Return verbatim the line containing "Number of folds." together with all lines that follow it, through the end of the records.

DATA EXTRACT section start

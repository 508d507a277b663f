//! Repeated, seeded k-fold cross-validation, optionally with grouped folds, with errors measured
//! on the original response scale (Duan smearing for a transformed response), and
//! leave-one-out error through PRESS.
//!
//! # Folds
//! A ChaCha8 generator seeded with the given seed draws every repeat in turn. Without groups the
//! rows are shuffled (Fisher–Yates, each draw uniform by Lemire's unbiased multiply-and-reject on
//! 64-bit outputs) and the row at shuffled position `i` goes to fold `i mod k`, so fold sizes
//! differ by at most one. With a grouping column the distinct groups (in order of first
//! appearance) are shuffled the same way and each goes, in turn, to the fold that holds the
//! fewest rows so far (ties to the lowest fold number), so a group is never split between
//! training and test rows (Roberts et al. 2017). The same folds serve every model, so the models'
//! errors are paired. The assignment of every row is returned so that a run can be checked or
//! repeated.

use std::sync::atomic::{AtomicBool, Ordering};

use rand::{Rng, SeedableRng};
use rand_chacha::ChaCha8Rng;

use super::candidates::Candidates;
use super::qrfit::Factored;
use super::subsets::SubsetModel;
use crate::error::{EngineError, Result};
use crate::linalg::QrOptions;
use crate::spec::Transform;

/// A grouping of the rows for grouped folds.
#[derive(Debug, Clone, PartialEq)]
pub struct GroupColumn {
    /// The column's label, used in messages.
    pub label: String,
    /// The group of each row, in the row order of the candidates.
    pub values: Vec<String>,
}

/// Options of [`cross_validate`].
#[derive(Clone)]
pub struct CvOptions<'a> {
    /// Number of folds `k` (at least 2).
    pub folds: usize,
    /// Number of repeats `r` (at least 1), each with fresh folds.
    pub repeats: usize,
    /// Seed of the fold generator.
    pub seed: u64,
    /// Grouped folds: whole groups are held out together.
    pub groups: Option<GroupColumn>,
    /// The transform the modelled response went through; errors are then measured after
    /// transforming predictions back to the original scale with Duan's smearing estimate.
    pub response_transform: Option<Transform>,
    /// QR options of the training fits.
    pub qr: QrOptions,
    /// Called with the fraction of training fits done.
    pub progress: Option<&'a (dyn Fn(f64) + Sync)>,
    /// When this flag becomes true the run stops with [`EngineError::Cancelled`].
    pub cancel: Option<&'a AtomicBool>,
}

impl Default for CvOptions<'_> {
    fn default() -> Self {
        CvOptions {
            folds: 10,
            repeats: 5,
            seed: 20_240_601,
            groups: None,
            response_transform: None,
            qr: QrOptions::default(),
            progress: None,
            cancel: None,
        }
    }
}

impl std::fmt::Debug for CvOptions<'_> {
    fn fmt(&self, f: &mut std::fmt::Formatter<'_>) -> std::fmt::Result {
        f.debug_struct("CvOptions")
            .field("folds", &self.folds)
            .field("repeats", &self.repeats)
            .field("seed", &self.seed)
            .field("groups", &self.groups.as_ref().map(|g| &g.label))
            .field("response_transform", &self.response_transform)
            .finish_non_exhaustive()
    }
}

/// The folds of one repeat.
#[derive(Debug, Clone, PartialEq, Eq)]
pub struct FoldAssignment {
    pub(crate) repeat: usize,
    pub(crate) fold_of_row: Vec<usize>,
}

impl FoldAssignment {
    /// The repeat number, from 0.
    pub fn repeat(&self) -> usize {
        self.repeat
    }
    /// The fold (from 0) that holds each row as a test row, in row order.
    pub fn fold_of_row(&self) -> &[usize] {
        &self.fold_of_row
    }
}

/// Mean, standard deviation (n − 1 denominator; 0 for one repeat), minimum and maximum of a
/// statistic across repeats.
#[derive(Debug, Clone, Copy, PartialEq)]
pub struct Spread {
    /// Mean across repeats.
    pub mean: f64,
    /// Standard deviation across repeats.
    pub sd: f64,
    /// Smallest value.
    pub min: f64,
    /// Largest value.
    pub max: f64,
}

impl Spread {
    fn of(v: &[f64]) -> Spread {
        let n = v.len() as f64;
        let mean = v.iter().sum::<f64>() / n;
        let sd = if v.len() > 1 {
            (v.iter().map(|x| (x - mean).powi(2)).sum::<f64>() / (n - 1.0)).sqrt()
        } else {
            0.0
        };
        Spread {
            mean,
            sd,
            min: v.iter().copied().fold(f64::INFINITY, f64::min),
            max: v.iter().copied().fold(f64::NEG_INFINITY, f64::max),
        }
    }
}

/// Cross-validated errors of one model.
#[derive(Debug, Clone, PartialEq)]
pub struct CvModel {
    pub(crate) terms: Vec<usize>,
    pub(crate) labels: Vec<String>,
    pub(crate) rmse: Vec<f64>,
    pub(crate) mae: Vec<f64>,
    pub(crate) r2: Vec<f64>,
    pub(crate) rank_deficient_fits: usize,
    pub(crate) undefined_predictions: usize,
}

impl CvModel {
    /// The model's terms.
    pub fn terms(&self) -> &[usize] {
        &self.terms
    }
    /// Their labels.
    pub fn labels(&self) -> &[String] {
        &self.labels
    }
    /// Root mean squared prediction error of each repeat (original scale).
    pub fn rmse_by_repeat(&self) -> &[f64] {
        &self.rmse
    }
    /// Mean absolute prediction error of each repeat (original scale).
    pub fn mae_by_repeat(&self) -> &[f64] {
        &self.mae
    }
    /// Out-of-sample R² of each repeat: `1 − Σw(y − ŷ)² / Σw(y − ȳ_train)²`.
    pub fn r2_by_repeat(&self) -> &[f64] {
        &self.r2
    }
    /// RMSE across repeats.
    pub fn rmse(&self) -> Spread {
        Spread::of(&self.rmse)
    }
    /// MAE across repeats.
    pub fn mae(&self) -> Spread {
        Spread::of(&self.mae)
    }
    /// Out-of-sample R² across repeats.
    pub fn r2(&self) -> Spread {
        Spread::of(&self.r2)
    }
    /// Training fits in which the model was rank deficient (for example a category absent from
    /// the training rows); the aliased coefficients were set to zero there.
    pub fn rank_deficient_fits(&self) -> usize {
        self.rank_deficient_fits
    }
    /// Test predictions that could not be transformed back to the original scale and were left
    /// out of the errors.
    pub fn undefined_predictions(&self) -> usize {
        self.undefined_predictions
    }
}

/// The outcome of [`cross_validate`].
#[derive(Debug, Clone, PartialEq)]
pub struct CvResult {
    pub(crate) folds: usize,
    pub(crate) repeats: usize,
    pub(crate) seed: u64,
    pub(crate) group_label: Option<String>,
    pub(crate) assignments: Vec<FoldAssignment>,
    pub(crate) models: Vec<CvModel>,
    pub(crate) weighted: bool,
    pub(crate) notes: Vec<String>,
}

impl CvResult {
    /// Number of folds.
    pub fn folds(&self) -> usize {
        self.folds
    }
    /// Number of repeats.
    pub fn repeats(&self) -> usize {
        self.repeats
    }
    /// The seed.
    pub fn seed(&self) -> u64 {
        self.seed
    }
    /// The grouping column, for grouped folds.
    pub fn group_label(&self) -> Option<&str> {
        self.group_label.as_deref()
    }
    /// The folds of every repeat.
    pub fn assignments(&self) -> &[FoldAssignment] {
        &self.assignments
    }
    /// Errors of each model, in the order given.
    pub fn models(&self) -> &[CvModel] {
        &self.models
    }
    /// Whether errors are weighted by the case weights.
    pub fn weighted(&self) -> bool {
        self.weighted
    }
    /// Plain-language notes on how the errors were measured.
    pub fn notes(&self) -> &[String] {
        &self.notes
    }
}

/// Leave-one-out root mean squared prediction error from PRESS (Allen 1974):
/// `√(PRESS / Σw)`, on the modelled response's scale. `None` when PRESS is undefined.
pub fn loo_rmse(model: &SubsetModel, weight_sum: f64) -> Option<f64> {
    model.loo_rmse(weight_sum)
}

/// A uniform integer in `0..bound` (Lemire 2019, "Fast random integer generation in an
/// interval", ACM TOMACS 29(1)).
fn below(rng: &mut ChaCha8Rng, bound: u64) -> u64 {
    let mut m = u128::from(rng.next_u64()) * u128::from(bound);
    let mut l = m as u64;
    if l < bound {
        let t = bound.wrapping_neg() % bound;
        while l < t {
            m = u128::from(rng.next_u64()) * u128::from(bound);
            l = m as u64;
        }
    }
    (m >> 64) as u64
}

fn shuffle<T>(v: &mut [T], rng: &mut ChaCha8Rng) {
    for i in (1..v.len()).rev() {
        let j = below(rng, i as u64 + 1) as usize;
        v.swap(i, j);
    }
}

DATA EXTRACT section end

§ **EXERCISE RESPONSE**
    /// Number of folds.
    pub fn folds(&self) -> usize {
        self.folds
    }
    /// Number of repeats.
    pub fn repeats(&self) -> usize {
        self.repeats
    }
    /// The seed.
    pub fn seed(&self) -> u64 {
        self.seed
    }
    /// The grouping column, for grouped folds.
    pub fn group_label(&self) -> Option<&str> {
        self.group_label.as_deref()
    }
    /// The folds of every repeat.
    pub fn assignments(&self) -> &[FoldAssignment] {
        &self.assignments
    }
    /// Errors of each model, in the order given.
    pub fn models(&self) -> &[CvModel] {
        &self.models
    }
    /// Whether errors are weighted by the case weights.
    pub fn weighted(&self) -> bool {
        self.weighted
    }
    /// Plain-language notes on how the errors were measured.
    pub fn notes(&self) -> &[String] {
        &self.notes
    }
}

/// Leave-one-out root mean squared prediction error from PRESS (Allen 1974):
/// `√(PRESS / Σw)`, on the modelled response's scale. `None` when PRESS is undefined.
pub fn loo_rmse(model: &SubsetModel, weight_sum: f64) -> Option<f64> {
    model.loo_rmse(weight_sum)
}

/// A uniform integer in `0..bound` (Lemire 2019, "Fast random integer generation in an
/// interval", ACM TOMACS 29(1)).
fn below(rng: &mut ChaCha8Rng, bound: u64) -> u64 {
    let mut m = u128::from(rng.next_u64()) * u128::from(bound);
    let mut l = m as u64;
    if l < bound {
        let t = bound.wrapping_neg() % bound;
        while l < t {
            m = u128::from(rng.next_u64()) * u128::from(bound);
            l = m as u64;
        }
    }
    (m >> 64) as u64
}

fn shuffle<T>(v: &mut [T], rng: &mut ChaCha8Rng) {
    for i in (1..v.len()).rev() {
        let j = below(rng, i as u64 + 1) as usize;
        v.swap(i, j);
    }
}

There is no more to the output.